He shrugged. “But you can see the analogy, right?”

“Sure.”

“When we reached the point where we were bored by how good we’d gotten at hitting targets, it dawned on me. I understood. It was like a revelation from the Bible. We were bored because, like with the golf clubs, we were hitting balls into a net. That’s not what handguns are for.”

“No, they’re for killing people.”

“Exactly!”

At that moment, the waitress delivered our food. “Fries with gravy for you,” she said, sliding the plate in front of Jim. “And a burger for you, Professor Weiler.”

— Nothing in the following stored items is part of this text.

"""The :class:`Model` type: a function of x with named parameters.

A model bundles everything the solvers need:

* ``f(x, p)``: model values for a 1-D array ``x`` and a parameter vector ``p``;
* ``jac(x, p)``: the exact Jacobian, shape ``(len(x), n_params)``;
* ``guess(x, y)``: data-driven (and outlier-resistant) start values;
* ``basis(x)``: for models that are linear in their parameters, the design matrix
  ``A`` with ``f(x, p) = A @ p``. Such models are solved by IRLS on a QR step.
* bounds, parameter descriptions and derived quantities (half-life, FWHM, ...).

Nothing here imports Qt.
"""
from __future__ import annotations

from dataclasses import dataclass, field
from typing import Callable, Mapping, Sequence

import numpy as np

ArrayFunc = Callable[[np.ndarray, np.ndarray], np.ndarray]


@dataclass(frozen=True)
class Derived:
    """A quantity computed from the parameters, e.g. a half-life ``ln 2 / k``.

    ``func(p)`` returns the value and ``grad(p)`` its exact gradient with respect to the
    full parameter vector; the uncertainty follows by the delta method
    ``u^2 = g^T C g``.
    """

    name: str
    func: Callable[[np.ndarray], float]
    grad: Callable[[np.ndarray], np.ndarray]
    description: str = ""
    unit: str = ""  # e.g. "x", "y", "x/y", "1/x": in terms of the data units


@dataclass(frozen=True)
class Model:
    """A fit model.

    Parameters
    ----------
    name
        Short identifier (``"line"``, ``"exp_decay"`` or the formula text).
    param_names
        Names in parameter order.
    f, jac
        ``f(x, p) -> (n,)`` and ``jac(x, p) -> (n, k)``; both take a float array ``x``
        and a float parameter vector ``p``.
    guess
        ``guess(x, y) -> (k,)`` start values, or None (then ``p0`` is required,
        except for linear models).
    basis
        ``basis(x) -> (n, k)`` design matrix for models linear in the parameters.
    lower, upper
        Bounds per parameter (``-inf``/``inf`` for none).
    formula
        Human-readable formula, e.g. ``"y = A*exp(-x/tau) + C"``.
    descriptions
        Per-parameter description, e.g. ``{"tau": "time constant (x units)"}``.
    units
        Per-parameter unit expressed in data units: ``"y"``, ``"x"``, ``"y/x"``,
        ``"1/x"``, ``""`` (dimensionless) ... The window substitutes real units.
    derived
        Quantities computed from the parameters, reported with propagated uncertainty.
    f_jac
        Optional ``f_jac(x, p, out=None) -> (f, J)``: both at once, sharing the
        work (the large-data solver calls it once per pass). It must agree with ``f``
        and ``jac``. ``out``, when given, is ``(f, J)``: a float array of ``x``'s size
        and a column-major ``(n, n_params)`` one to write the results into (the solver
        reuses them across passes).
    hess_w
        Optional ``hess_w(x, p, w) -> (n_params, n_params)``: the weighted sum of the
        model's second derivatives, ``sum_i w_i d^2 f(x_i, p) / dp dp^T``. Where given,
        the robust solvers' Newton steps include this curvature term (without it they
        are Gauss-Newton steps, which converge only linearly when the residuals
        are not small).
    monotone_in_x
        True when, for any parameters at which ``f`` is finite at every data point, the
        curve is continuous and monotone in x between the smallest and the largest of
        them (the 4PL). The check for a pole or a non-finite value between the points
        then needs only the points themselves (the curve lies between its values at
        the two ends).
    guess_search
        Optional ``guess_search(x, y) -> (k,)``: a slower, wider search for start
        values, for a model whose ``guess`` is a quick one. A fit that started from
        ``guess`` and fails the convergence verdict is tried again from here first.
    """

    name: str
    param_names: tuple[str, ...]
    f: ArrayFunc
    jac: ArrayFunc
    guess: Callable[[np.ndarray, np.ndarray], np.ndarray] | None = None
    basis: Callable[[np.ndarray], np.ndarray] | None = None
    lower: tuple[float, ...] | None = None
    upper: tuple[float, ...] | None = None
    formula: str = ""
    title: str = ""
    descriptions: Mapping[str, str] = field(default_factory=dict)
    units: Mapping[str, str] = field(default_factory=dict)
    derived: tuple[Derived, ...] = ()
    f_jac: Callable[[np.ndarray, np.ndarray], tuple[np.ndarray, np.ndarray]] | None = None
    hess_w: Callable[[np.ndarray, np.ndarray, np.ndarray], np.ndarray] | None = None
    guess_search: Callable[[np.ndarray, np.ndarray], np.ndarray] | None = None
    monotone_in_x: bool = False

    def __post_init__(self):
        names = tuple(self.param_names)
        object.__setattr__(self, "param_names", names)
        k = len(names)
        if len(set(names)) != k:
            raise ValueError(f"model {self.name!r}: duplicate parameter names {names}")
        lo = (-np.inf,) * k if self.lower is None else tuple(float(v) for v in self.lower)
        hi = (np.inf,) * k if self.upper is None else tuple(float(v) for v in self.upper)
        if len(lo) != k or len(hi) != k:
            raise ValueError(f"model {self.name!r}: bounds do not match {k} parameters")
        object.__setattr__(self, "lower", lo)
        object.__setattr__(self, "upper", hi)

    @property
    def n_params(self) -> int:
        return len(self.param_names)

    @property
    def is_linear(self) -> bool:
        """True when the model is linear in its parameters (``basis`` is given)."""
        return self.basis is not None

    @property
    def has_bounds(self) -> bool:
        return bool(np.any(np.isfinite(self.lower)) or np.any(np.isfinite(self.upper)))

    def __call__(self, x, p) -> np.ndarray:
        return self.f(np.asarray(x, dtype=float), np.asarray(p, dtype=float))

    def start_values(self, x: np.ndarray, y: np.ndarray, p0=None,
                     search: bool = False) -> np.ndarray:
        """Start values: ``p0`` (dict by name or sequence) where given, else the guess.

        A dict may give only some parameters; the rest come from the model's guess
        (``search=True``: from ``guess_search`` where the model has one).
        """
        k = self.n_params
        guess = None
        guess_fn = self.guess_search if search and self.guess_search is not None else self.guess

        def _guess():
            nonlocal guess
            if guess is None:
                if guess_fn is not None:
                    guess = np.asarray(guess_fn(x, y), dtype=float)
                elif self.is_linear:
                    guess = np.zeros(k)
                else:
                    raise ValueError(
                        f"model {self.name!r} has no automatic start values; "
                        f"give start values for {', '.join(self.param_names)}"
                    )
            return guess

        if p0 is None:
            p = _guess().copy()
        elif isinstance(p0, Mapping):
            unknown = set(p0) - set(self.param_names)
            if unknown:
                raise ValueError(
                    f"start values given for unknown parameter(s) {sorted(unknown)}; "
                    f"the model has {', '.join(self.param_names)}"
                )
            if len(p0) == k:
                p = np.array([float(p0[n]) for n in self.param_names])
            else:
                p = _guess().copy()
                for i, n in enumerate(self.param_names):
                    if n in p0:
                        p[i] = float(p0[n])
        else:
            p = np.asarray(p0, dtype=float).ravel()
            if p.size != k:
                raise ValueError(
                    f"model {self.name!r} has {k} parameters "
                    f"({', '.join(self.param_names)}), but {p.size} start values were given"
                )
        # keep the start strictly inside the bounds
        lo, hi = np.asarray(self.lower), np.asarray(self.upper)
        if np.any(np.isfinite(lo) | np.isfinite(hi)):
            p = np.clip(p, lo, hi)
            span = np.where(np.isfinite(hi - lo), hi - lo, np.maximum(np.abs(p), 1.0))
            eps = 1e-10 * span
            p = np.where(p <= lo, lo + eps, p)
            p = np.where(p >= hi, hi - eps, p)
        return p


def linear_model(
    name: str,
    param_names: Sequence[str],
    basis: Callable[[np.ndarray], np.ndarray],
    **kw,
) -> Model:
    """Build a model that is linear in its parameters from its design matrix."""

    def f(x, p):
        return basis(np.asarray(x, dtype=float)) @ np.asarray(p, dtype=float)

    def jac(x, p):
        return basis(np.asarray(x, dtype=float))

    return Model(name=name, param_names=tuple(param_names), f=f, jac=jac, basis=basis, **kw)


def design_model(A, param_names: Sequence[str] | None = None, name: str = "design") -> Model:
    """A linear model over a fixed design matrix ``A`` (several predictors).

    ``x`` is then the row index (0, 1, ..., n-1) into ``A``: ``fit(design_model(A),
    np.arange(n), y)`` is multiple linear regression through the linear path.
    """
    A = np.asarray(A, dtype=float)
    if A.ndim != 2:
        raise ValueError("the design matrix must be two-dimensional")
    names = tuple(param_names) if param_names is not None else tuple(f"b{j}" for j in range(A.shape[1]))
    if len(names) != A.shape[1]:
        raise ValueError(f"{len(names)} names given for {A.shape[1]} design columns")

    def basis(x):
        idx = np.asarray(x, dtype=float)
        if np.any(idx != np.round(idx)) or np.any(idx < 0) or np.any(idx >= A.shape[0]):
            raise ValueError("x must hold row indices into the design matrix")
        return A[idx.astype(np.intp)]

    return linear_model(name, names, basis, title="multiple linear regression")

She wasn’t as enthusiastic about serving me as she’d been only a few weeks ago. All fame is fleeting. The waitress’s once-pretty face had plumped up and frayed with time. She looked like she’d been squeezed into her polyester uniform by a blind sausage maker. Funny, she’d been working here since the day I arrived in Brixton, but I never really noticed her before. I mean, really noticed her.

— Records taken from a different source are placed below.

@pytest.mark.parametrize("loss", ["huber", "cauchy", "tukey"])
@pytest.mark.parametrize("name", builtin_models())
def test_fit_recovers_parameters_despite_outliers(name, loss):
    # invented data with 15 % gross outliers, NO start values given
    m, x, y, p, idx = _noisy(name, seed=11)
    res = fitcore.fit(name, x, y, loss=loss)
    assert res.converged, res.message
    curve = m(x, res.values)
    truth = m(x, p)
    # the fitted curve follows the true one to within a fraction of the noise level
    assert np.max(np.abs(curve - truth)) < 0.02 * np.ptp(truth), f"{name}/{loss}"
    if not (m.is_linear and m.n_params > 2):
        err = np.abs(res.values - p) / np.abs(p)
        ok = (err < _robust_tol(name)) | (np.abs(res.values - p) < 4 * res.stderr)
        assert np.all(ok), f"{name}/{loss}: {res.values} vs {p} (se {res.stderr})"
    # the gross outliers get small weights
    if loss in ("cauchy", "tukey"):
        assert np.median(res.weights[idx]) < 0.2


def _scipy_robust_fit(m, x, y):
    """scipy.optimize.least_squares with loss='soft_l1' from the model's own guess.

    f_scale is the normalised MAD of the residuals, refreshed once (source: scipy
    least_squares documentation, robust example).
    """
    p = m.start_values(x, y)
    lo, hi = np.asarray(m.lower), np.asarray(m.upper)
    for _ in range(2):
        r = y - m(x, p)
        s = 1.482602218505602 * np.median(np.abs(r - np.median(r)))
        sol = optimize.least_squares(lambda q: m(x, q) - y, p, jac=lambda q: m.jac(x, q),
                                     bounds=(lo, hi), loss="soft_l1", f_scale=s,
                                     x_scale="jac", method="trf")
        p = sol.x
    return sol


@pytest.mark.parametrize("name", builtin_models())
def test_guess_serves_scipy_robust_fit_too(name):
    # side-by-side with scipy (source: scipy.optimize.least_squares): from our guess,
    # its soft_l1 fit recovers the invented truth as well, and agrees with ours
    m, x, y, p, idx = _noisy(name, seed=5)
    sol = _scipy_robust_fit(m, x, y)
    assert sol.success
    truth = m(x, p)
    # soft_l1 is not redescending, so gross outliers bias it a little more than ours
    assert np.max(np.abs(m(x, sol.x) - truth)) < 0.05 * np.ptp(truth), name
    ours = fitcore.fit(name, x, y, loss="huber")
    assert np.max(np.abs(m(x, sol.x) - m(x, ours.values))) < 0.05 * np.ptp(truth)


# ----------------------------------------------------------------- (d) outside references

_NUM = r"[-+]?\d*\.?\d+(?:[eE][-+]?\d+)?"


def _read_nist(path):
    """Tiny reader for a NIST StRD nonlinear file: certified values, SDs, RSS, data."""
    lines = path.read_text().splitlines()
    cert, sd, rss, data = [], [], None, []
    in_data = False
    for ln in lines:
        m = re.match(rf"\s*b\d+\s*=\s*({_NUM})\s+({_NUM})\s+({_NUM})\s+({_NUM})\s*$", ln)
        if m and not in_data:
            cert.append(float(m.group(3)))
            sd.append(float(m.group(4)))
        elif ln.startswith("Residual Sum of Squares"):
            rss = float(ln.split(":")[1])
        elif re.match(r"\s*Data:\s+y\s+x", ln):
            in_data = True
        elif in_data and ln.strip():
            data.append([float(v) for v in ln.split()])
    d = np.array(data)
    return np.array(cert), np.array(sd), rss, d[:, 1], d[:, 0]


def _lre(value, certified):
    """Log relative error = number of correct significant digits (NIST practice)."""
    rel = np.abs(np.asarray(value) - certified) / np.abs(certified)
    return -np.log10(np.maximum(rel, 1e-16))


def test_nist_misra1a_from_automatic_start(reference_dir):
    # NIST StRD Misra1a, y = b1*(1 - exp(-b2 x)) = exp_rise; certified values in the
    # file header (NIST/ITL StRD). No start values given: our own guess.
    cert, sd, rss, x, y = _read_nist(reference_dir / "nist-strd" / "Misra1a.dat")
    res = fitcore.fit("exp_rise", x, y, loss="l2")
    assert res.converged
    assert np.all(_lre(res.values, cert) >= 6), res.values
    assert np.all(_lre(res.stderr, sd) >= 4), res.stderr
    assert _lre(res.rss, rss) >= 6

“Do you know our waitress?” I asked Jim as she walked away.

“Irina? Sure. Everybody knows Irina. You must’ve seen her in here.”

“But what’s her deal?”

“She was Stan’s high school girlfriend. He knocked her up, made her get an abortion, and then he split for Penn State.”

“At least Stan is a consistent asshole, but how do you know about Irina and him? That had to be before you were born.”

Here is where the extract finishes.